Amazon cloud database and data analytics expand
AWS expands its Redshift data warehouse capabilities including managed storage and query acceleration at the re:Invent 2019 conference, alongside a new managed Cassandra database service.
Amazon Web Services is quite clear about it: it wants organizations of all sizes, with nearly any use case, to run databases in the cloud.
At the AWS re:Invent 2019 conference in Las Vegas, the cloud giant outlined the Amazon cloud database strategy, which hinges on wielding multiple purpose-built offerings for different use cases.
AWS also revealed new services on Dec. 3, the first day of the conference, including the Amazon Managed Apache Cassandra Service, a supported cloud version of the popular Cassandra NoSQL database. The vendor also unveiled several new features for the Amazon Redshift data warehouse, providing enhanced data management and analytics capabilities.
"Quite simply, Amazon is looking to provide one-stop shopping for all data management and analytics needs on AWS," said Carl Olofson, an analyst at IDC. "For those who are all in for AWS, this is all good. For their competitors, such as Snowflake competing with Redshift and DataStax competing with the new Cassandra service, this will motivate a stronger competitive effort."
Amazon cloud database strategy
AWS CEO Andy Jassy, in his keynote, detailed the rationale behind Amazon's cloud database strategy and why one database isn't enough.
"A lot of companies primarily use relational databases for every one of their workloads, and the day of customers doing that has come and gone," Jassy said.
There is too much data, cost and complexity involved in using a relational database for all workloads. That has sparked demand for purpose-built databases, according to Jassy.
For example, Jassy noted that ride sharing company Lyft has millions of drivers and geolocation coordinates, which isn't a good fit for a relational database.
For the Lyft use case and others like it, there is a need for a fast, low-latency key value store, which is why AWS has the DynamoDB database. For workloads that require sub-microsecond latency, an in-memory database is best, and that is where ElastiCache fits in. For those looking to connect data across multiple big data sets, a graph database is a good option, which is what the Amazon Neptune service delivers. DocumentDB, on the other hand, is a document database, and is intended for those who work with documents and JSON.
Andy JassyCEO, AWS
"Swiss Army knives are hardly ever the best solution for anything other than the most simple tasks," Jassy said, referring to the classic multi-purpose tool. "If you want the right tool for the right job that gives you differentiated performance productivity and customer experience, you want the right purpose-built database for that job."

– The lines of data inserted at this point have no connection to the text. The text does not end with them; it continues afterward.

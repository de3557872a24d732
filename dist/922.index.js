export const id = 922;
export const ids = [922];
export const modules = {

/***/ 922:
/***/ ((__unused_webpack___webpack_module__, __webpack_exports__, __webpack_require__) => {

// ESM COMPAT FLAG
__webpack_require__.r(__webpack_exports__);

// EXPORTS
__webpack_require__.d(__webpack_exports__, {
  engineMain: () => (/* binding */ engineMain)
});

Amazon Apache Managed Cassandra
While AWS offers many different databases as part of the Amazon cloud database strategy, one variety it did not possess was Apache Cassandra, a popular open source NoSQL database.
It's challenging to manage and scale Cassandra, which is why Jassy said he sees a need for a managed version running as an AWS service. The Apache Managed Cassandra launched as a preview on Dec. 3 with general availability set for sometime in 2020.
With the managed service there are no clusters for users to manage, and the platform provides single-digit millisecond latency, Jassy noted. He added that existing Cassandra tools and drivers will all work, making it easier for users to migrate on-premises Cassandra workloads to the cloud.
AWS also detailed a series of moves at the conference that enhance its Redshift data warehouse platform. Among the new features Jassy talked about was Lake House, which enables data queries not just in local Redshift nodes but also across multiple data lakes and S3 cloud storage buckets.
"Not surprisingly, as people start querying across both Redshift and S3 they also want to be able to query across their operational databases where a lot of important data sets live," Jassy said. "So today, we just released something called federated query which now enables users to query across Redshift, S3 and our relational database services."
Storage and compute for data warehouse are closely related, but there is often a need to scale storage and compute independently. To that end, AWS announced as part of the Amazon cloud database strategy its new Redshift RA3 instances with managed storage. Jassy explained that as users exhaust the amount of storage available in a Redshift local instance, the RA3 service will move the less frequently accessed data over to S3.
As data is spread across different resources, it generates a need to accelerate query performance. Jassy introduced the new Advanced Query Accelerator (AQUA) for Redshift help meet that challenge.
Jassy said that AQUA provides an innovative way to do hardware accelerated cache to improve query performance. With AQUA, AWS has built a high-speed cache architecture on top of S3 that scale out in parallel to many different nodes. Each of the nodes host custom-designed AWS processors to speed up operations.
"This makes your processing so much faster that you can actually do the compute on the raw data without having to move it," Jassy said.